Description of the task: Go over the entries and report the lines where the word "section" occurs.

Task inputs:
· · ·

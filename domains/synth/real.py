"""Hostile synthetic scenes: what a real microscope gives, with an analytically known truth.

Every scene here is rendered in two stages.

1. The periodic part (atoms, CDW, moiré) is evaluated at material coordinates
   s = r + u(r), where u is the scan displacement of :class:`Conditions`
   (thermal drift accumulating per row, exponentially decaying piezo creep and
   the lateral jump of a tip change). Nothing is resampled, so the truth stays
   analytic and ``truth_maps["displacement"]`` is exactly the u used.
2. Additive artefacts follow: terrace steps (also at s, they belong to the
   sample), the tip change's contrast and offset, a tilted plane, 1/f noise,
   per-line offsets, white noise, and finally glitched scan rows.

The superlattice scenes describe a commensurate CDW by an integer supercell
matrix M (A_super = M A, rows real-space basis vectors), whose reciprocal basis
is B_super = M^{-T} B; the CDW wavevectors are the shortest vectors of B_super
that are not Bragg vectors, and the |det M| lattice translations distinct modulo
the superlattice are the translational variants (docs/methods.md §8).

Every scene is invented: lattices, sizes and layouts belong to no real material
or measurement.
"""

from __future__ import annotations

import math
from dataclasses import asdict, dataclass

import numpy as np
from scipy import ndimage

from .._errors import InputError
from .._lattice import bragg_vectors, real_basis, reciprocal_basis
from .._scan import Scan, pixel_size_pair
from .cdw import Scene, _assign_variants, _rng, smooth_partition, voronoi_labels
from .moire import twisted_bilayer

__all__ = ["Conditions", "scan_displacement", "supercell_geometry", "supercell_cdw_scene",
           "incommensurate_cdw_scene", "bilayer_scene", "real_scene", "REAL_SCENES", "electronic_types_scene"]

# Lattice-coordinate maps of the hexagonal point group (act on row vectors m: m -> m P).
_MIRROR = np.array([[1, 0], [1, -1]])  # reflection about a1: a1 -> a1, a2 -> a1 - a2
_ROT60 = np.array([[0, 1], [-1, 1]])  # rotation by 60 degrees: a1 -> a2, a2 -> a2 - a1


# --------------------------------------------------------------------------- conditions
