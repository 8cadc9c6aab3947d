//! `[modes]`: raw keys and their resolution into `modes::Params`.
//!
//! Every key is optional; the section is off unless `pod = true` (or
//! `phase = true`, which needs the POD). Errors name the section, the key,
//! the value and what was expected.

use serde::{Deserialize, Serialize};

use crate::error::{Error, Result};
use crate::modes;

/// `[modes]` as written.
#[derive(Debug, Clone, Default, Deserialize, Serialize, PartialEq)]
#[serde(deny_unknown_fields)]
pub struct RawModes {
    /// Compute the POD of the velocity fluctuations (default false). Costs
    /// memory of about 3 × (modes + oversampling) numbers per vector
    /// component and node, and about as many operations per frame.
    pub pod: Option<bool>,
    /// Modes reported (default 10), between 1 and 500.
    pub modes: Option<usize>,
    /// Extra sketch columns beyond `modes` (default 20); the POD is exact
    /// when the fluctuations span at most `modes + oversampling` dimensions.
    pub oversampling: Option<usize>,
    /// Seed of the random test matrices (default 1).
    pub seed: Option<u64>,
    /// Estimate every frame's phase from modes 1 and 2 and write it as a
    /// frame table, `<run>/phase-from-modes.csv` (default false; implies pod).
    pub phase: Option<bool>,
    /// Modes drawn as maps (default 4, at most `modes`).
    pub figure_modes: Option<usize>,
}

/// Resolves `[modes]`.
pub(crate) fn resolve_modes(raw: &RawModes) -> Result<modes::Params> {
    let d = modes::Params::default();
    let phase = raw.phase.unwrap_or(d.phase);
    let m = raw.modes.unwrap_or(d.modes);
    if !(1..=500).contains(&m) {
        return Err(Error::usage(format!(
            "[modes] modes = {m} must lie between 1 and 500"
        )));
    }
    let over = raw.oversampling.unwrap_or(d.oversampling);
    if over > 1000 {
        return Err(Error::usage(format!(
            "[modes] oversampling = {over} must be at most 1000"
        )));
    }
    if phase && m < 2 {
        return Err(Error::usage(
            "[modes] phase = true needs modes >= 2 (the phase comes from modes 1 and 2)",
        ));
    }
    Ok(modes::Params {
        enabled: raw.pod.unwrap_or(false) || phase,
        modes: m,
        oversampling: over,
        seed: raw.seed.unwrap_or(d.seed),
        phase,
        figure_modes: raw.figure_modes.unwrap_or(d.figure_modes).min(m),
    })
}

/// `[spectra]` as written (time-resolved runs only).
#[derive(Debug, Clone, Default, Deserialize, Serialize, PartialEq)]
#[serde(deny_unknown_fields)]
pub struct RawSpectra {
    /// Welch spectra at the probes and of the POD coefficients (default:
    /// on for runs whose frames have evenly spaced times and that have
    /// probes or `[modes] pod = true`; cheap: a few series per run).
    pub psd: Option<bool>,
    /// Samples per Welch segment (default: the largest power of two up to
    /// a quarter of the frames); the frequency resolution is fs / segment.
    pub segment: Option<usize>,
    /// Overlap of consecutive segments, a fraction in [0, 0.9] (default 0.5).
    pub overlap: Option<f64>,
    /// POD coefficients whose spectra are taken (default 4).
    pub modes: Option<usize>,
}

/// Resolves `[spectra]`.
pub(crate) fn resolve_spectra(raw: &RawSpectra) -> Result<crate::spectra::run::Params> {
    let d = crate::spectra::run::Params::default();
    if let Some(s) = raw.segment {
        if s < 8 {
            return Err(Error::usage(format!(
                "[spectra] segment = {s} must be at least 8 samples"
            )));
        }
    }
    let overlap = raw.overlap.unwrap_or(d.overlap);
    if !(0.0..=0.9).contains(&overlap) {
        return Err(Error::usage(format!(
            "[spectra] overlap = {overlap} must lie between 0 and 0.9 (a fraction of a segment)"
        )));
    }
    Ok(crate::spectra::run::Params {
        enabled: raw.psd,
        segment: raw.segment,
        overlap,
        modes: raw.modes.unwrap_or(d.modes),
    })
}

· · ·

Written response:
//! Every key is optional; the section is off unless `pod = true` (or
//! `phase = true`, which needs the POD). Errors name the section, the key,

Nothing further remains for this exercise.